Decoupled Vertical Federated Learning for Practical Training on Vertically Partitioned Data
Avi Amalanshu, Yash Sirvi, David I. Inouye
TL;DR
DVFL introduces a decoupled approach to Vertical Federated Learning that eliminates forward/backward locking by enabling asynchronous, locally supervised training at guests and hosts, plus a label-owner transfer learner. The three-tier DVFL hierarchy uses per-guest registers and input replay to support fault tolerance, redundancy, and learning from data beyond the intersection, while preserving gradient privacy. Empirical results show DVFL achieves graceful degradation under faults, with redundancy further boosting performance, and it can outperform traditional VFL baselines on several vertically partitioned datasets.
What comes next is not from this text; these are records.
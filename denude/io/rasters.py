"""Old module name of the raster I/O, kept so existing imports work: the names now live in
``denude.io.raster_inputs`` (opening, inspection, value ranges, codes, hashes),
``denude.io.raster_warp`` (footprints, resampling rule, warp plans, ``GridReader``) and
``denude.io.raster_outputs`` (``OutputSpec``, layouts, creation options, ``RasterWriter``).
Patch a setting (e.g. ``GDAL_THREADS``) in the module that defines it, not here.
"""

from denude.io.raster_inputs import *  # noqa: F401,F403
from denude.io.raster_inputs import _gdal_reason, _opened  # noqa: F401
from denude.io.raster_outputs import *  # noqa: F401,F403
from denude.io.raster_warp import *  # noqa: F401,F403
from denude.io.raster_warp import _dest_dtype, _dest_nodata, _mark_nodata  # noqa: F401
from denude.registry import INT32_NODATA  # noqa: F401
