"""What each output layer says about itself: its sources, GDAL unit, category names and,
for the lithology, its smallest integer type and colours.

``output_spec`` of the raster job calls ``layer_extras`` once per layer; nothing here reads
more than the rock table and the colour table of the lithology input.
"""

from __future__ import annotations

from denude.core.cover import COVER_CLASS_NAMES
from denude.core.hazard import DEFAULT_COLOURS
from denude.io.styles import category_list, input_colour_table, lithology_colours, smallest_code_type
from denude.registry import INT32_NODATA, OUTPUT_LAYERS

WHITE = "White (1984) maximum denudation"
PLUMMER = "Plummer & Busenberg (1982) equilibrium constants"
SPECIATION = "PHREEQC phreeqc.dat ion-pair constants (speciated chemistry)"
BROOK = "Brook, Folkoff & Box (1983) soil CO2 from actual evapotranspiration"

#: Layers computed with the chemistry (the others are inputs carried onto the grid).
CHEMISTRY_LAYERS = ("denudation", "dissolved_load", "co2_drawdown", "hazard")


def layer_sources(layer: str, chemistry: str, pco2_from_aet: bool) -> str:
    """The ``sources`` tag of one layer: only the publications that layer used."""
    if layer == "lithology":
        return "the lithology input and the rock table of the run (rocks.csv)"
    if layer == "soluble_fraction":
        return "the soluble-area fraction input (1 where none was given) and the rock table (0 on insoluble rock)"
    if layer == "covered_karst":
        return ("the cover input (insoluble cover thickness, m, or a 0/1 mask), the soluble-area fraction and "
                "the rock table; a screening flag, not a site investigation")
    cited = [WHITE, PLUMMER]
    if chemistry == "speciated":
        cited.append(SPECIATION)
    if pco2_from_aet:
        cited.append(BROOK)
    return "; ".join(cited)


def layer_extras(layer: str, settings, rocks=None) -> dict:
    """Fields for the OutputSpec of ``layer`` beyond the registry: ``units``, ``sources``,
    ``categories``, and for the lithology ``dtype``, ``nodata``, ``source_nodata`` and
    ``colormap`` (the input's colour table where it has one)."""
    info = OUTPUT_LAYERS[layer]
    out = {
        "units": info.units,
        "sources": layer_sources(layer, settings.chemistry, settings.pco2 == "from-aet"),
    }
    if layer == "hazard":
        out["categories"] = tuple(settings.hazard_names)
    elif layer == "covered_karst":
        out["categories"] = COVER_CLASS_NAMES
    elif layer == "lithology" and rocks is not None:
        codes = [r.code for r in rocks]
        dtype, nodata = smallest_code_type(codes)
        out.update(dtype=dtype, nodata=float(nodata), source_nodata=float(INT32_NODATA),
                   categories=tuple(category_list({r.code: r.name for r in rocks})))
        if dtype in ("uint8", "uint16") and max(codes) < 256:
            source = input_colour_table(settings.lithology) if isinstance(settings.lithology, str) else None
            colours = lithology_colours(rocks, source)
            out["colormap"] = tuple(colours.get(k, (0, 0, 0, 0)) for k in range(max(codes) + 1))
    return out


def hazard_colours(n: int) -> tuple:
    """RGBA per hazard class (grey past the built-in ramp)."""
    return tuple(DEFAULT_COLOURS[i] if i < len(DEFAULT_COLOURS) else (128, 128, 128, 255) for i in range(n))


def write_map_styles(folder, settings, rocks, layers) -> list[str]:
    """SLD files for the rasters of a map folder (rate, hazard and lithology where written),
    plus the names of the category sidecars (``.aux.xml``) the writers left; returns the
    file names for the run record."""
    from pathlib import Path

    from denude.io.styles import aux_xml_path, write_raster_styles

    folder = Path(folder)
    colours = None
    if "lithology" in layers:
        source = input_colour_table(settings.lithology) if isinstance(settings.lithology, str) else None
        colours = lithology_colours(rocks, source)
    written = write_raster_styles(folder, settings.hazard_breaks_mm_per_kyr, settings.hazard_names, rocks,
                                  colours, layers=tuple(layers))
    for name in layers:
        aux = aux_xml_path(folder / OUTPUT_LAYERS[name].file)
        if aux.is_file():
            written.append(aux.name)
    return written
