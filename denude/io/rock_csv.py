"""Read a user rock table from CSV: columns code,name,mineral,density_g_cm3,purity."""

from __future__ import annotations

import csv
from pathlib import Path

from denude.core.rocks import RockTable, table_from_mapping
from denude.errors import RockTableError

REQUIRED_COLUMNS = ("code", "name", "mineral", "density_g_cm3", "purity")


def read_rock_table(path) -> RockTable:
    """Read and validate a rock table CSV; errors name the file, the row and the fix."""
    path = Path(path)
    try:
        with path.open(newline="", encoding="utf-8-sig") as handle:
            reader = csv.DictReader(handle)
            header = [h.strip() for h in (reader.fieldnames or [])]
            missing = [c for c in REQUIRED_COLUMNS if c not in header]
            if missing:
                raise RockTableError(
                    f"{path}: missing column(s) {', '.join(missing)}; the header must be "
                    f"{','.join(REQUIRED_COLUMNS)}"
                )
            rows = []
            for row in reader:
                extra = row.pop(None, None)   # fields beyond the header (csv.DictReader's restkey)
                if extra and any(str(v).strip() for v in extra):
                    raise RockTableError(
                        f"{path}: row {reader.line_num} has more fields than the header "
                        f"({len(header) + len(extra)} > {len(header)}); remove the extra commas")
                rows.append({(k or "").strip(): (v or "").strip() for k, v in row.items()})
    except FileNotFoundError:
        raise RockTableError(f"{path}: rock table not found; give the path of a CSV file") from None
    except (UnicodeDecodeError, csv.Error) as exc:
        raise RockTableError(f"{path}: not a readable CSV file ({exc})") from None
    return table_from_mapping(rows, source=str(path))


def write_rock_table(table: RockTable, path) -> None:
    """Write the rock table as CSV (the same columns it is read with)."""
    with Path(path).open("w", newline="", encoding="utf-8") as handle:
        writer = csv.DictWriter(handle, fieldnames=REQUIRED_COLUMNS)
        writer.writeheader()
        for row in table.as_rows():
            writer.writerow(row)
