def _coerce(name: str, value, base: Path | None, where: str):
    """Convert one raw value (TOML or flag) to the MapSettings field type."""
    try:
        if name in UNIT_FIELDS and name != "pco2_units":
            return require_unit(UNIT_FIELDS[name], str(getattr(value, "value", value)), where).name
        if name in VALUE_FIELDS:
            return _parse_value(value, name, base)
        if name in PATH_FIELDS:
            if not isinstance(value, (str, os.PathLike)):
                raise JobFileError(f"{where} = {value!r} must be a path (a string)")
            return _parse_path(value, base)
        if name in ("grid_resolution",):
            vals = value if isinstance(value, (list, tuple)) else [value]
            vals = tuple(float(v) for v in vals)
            if len(vals) == 1:
                vals = vals * 2
            if len(vals) != 2:
                raise ValueError
            return vals
        if name == "grid_bounds":
            vals = tuple(float(v) for v in value)
            if len(vals) != 4:
                raise ValueError
            return vals
        if name == "grid_crs":
            return str(value)
        if name in ("workers", "block_size", "gdal_cache_mb"):
            if isinstance(value, bool) or (isinstance(value, float) and not value.is_integer()):
                raise ValueError
            return int(value)
        if name == "air_pressure_atm":
            return float(value)
        if name == "cover_min_thickness_m":
            if isinstance(value, bool):
                raise ValueError
            return float(value)
        if name == "overwrite":
            if not isinstance(value, bool):
                raise ValueError
            return value
        if name == "layers":
            items = value.split(",") if isinstance(value, str) else list(value)
            layers = tuple(str(v).strip() for v in items if str(v).strip())
            check_choice(name, layers, where)
            return layers
        if name == "hazard_breaks_mm_per_kyr":
            return tuple(float(v) for v in value)
        if name == "hazard_names":
            return tuple(str(v) for v in value)
        if name in CHOICES:
            text = str(getattr(value, "value", value)).strip().lower()   # a str Enum member or a str
            check_choice(name, text, where)
            return text
    except DenudeError:
        raise
    except (TypeError, ValueError):
        raise JobFileError(f"{where} = {value!r} has the wrong type or length; see `denude map --help`") from None
    return value


def build_settings(flags: dict | None = None, job_file=None) -> MapSettings:
    """MapSettings from a job file (optional) overridden by flags ({field: value}, None = not
    given). Flag paths resolve against the current folder."""
    values: dict = {}
    if job_file is not None:
        values.update(read_job_file(job_file))
    for name, value in (flags or {}).items():
        if value is None:
            continue
        values[name] = _coerce(name, value, None, f"--{name.replace('_', '-')}")
    if "lithology" not in values:
        raise InputError("no lithology raster given; give --lithology L.tif (or lithology in the job file's [inputs])")
    if "temperature" not in values:
        raise InputError("no temperature given; give --temperature as a raster (degrees C) or a number")
    breaks = values.get("hazard_breaks_mm_per_kyr", DEFAULT_BREAKS_MM_PER_KYR)
    names = values.get("hazard_names")
    if names is None:
        names = DEFAULT_CLASS_NAMES if len(breaks) == len(DEFAULT_BREAKS_MM_PER_KYR) else tuple(
            f"class {i}" for i in range(len(breaks) + 1))
        values["hazard_names"] = tuple(names)
    check_breaks(breaks, names)
    if values.get("pco2") is None and values.get("aet") is not None:
        values["pco2"] = PCO2_FROM_AET
    return MapSettings(**values)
The method offers engineering flexibility in communication and computation, enabling scalable, privacy-preserving learning for vertically partitioned data in realistic, imperfect networks.
Abstract
Vertical Federated Learning (VFL) is an emergent distributed machine learning paradigm for collaborative learning between clients who have disjoint features of common entities. However, standard VFL lacks fault tolerance, with each participant and connection being a single point of failure. Prior attempts to induce fault tolerance in VFL focus on the scenario of "straggling clients", usually entailing that all messages eventually arrive or that there is an upper bound on the number of late messages. To handle the more general problem of arbitrary crashes, we propose Decoupled VFL (DVFL). To handle training with faults, DVFL decouples training between communication rounds using local unsupervised objectives. By further decoupling label supervision from aggregation, DVFL also enables redundant aggregators. As secondary benefits, DVFL can enhance data efficiency and provides immunity against gradient-based attacks. In this work, we implement DVFL for split neural networks with a self-supervised autoencoder loss. When there are faults, DVFL outperforms the best VFL-based alternative (97.58% vs 96.95% on an MNIST task). Even under perfect conditions, performance is comparable.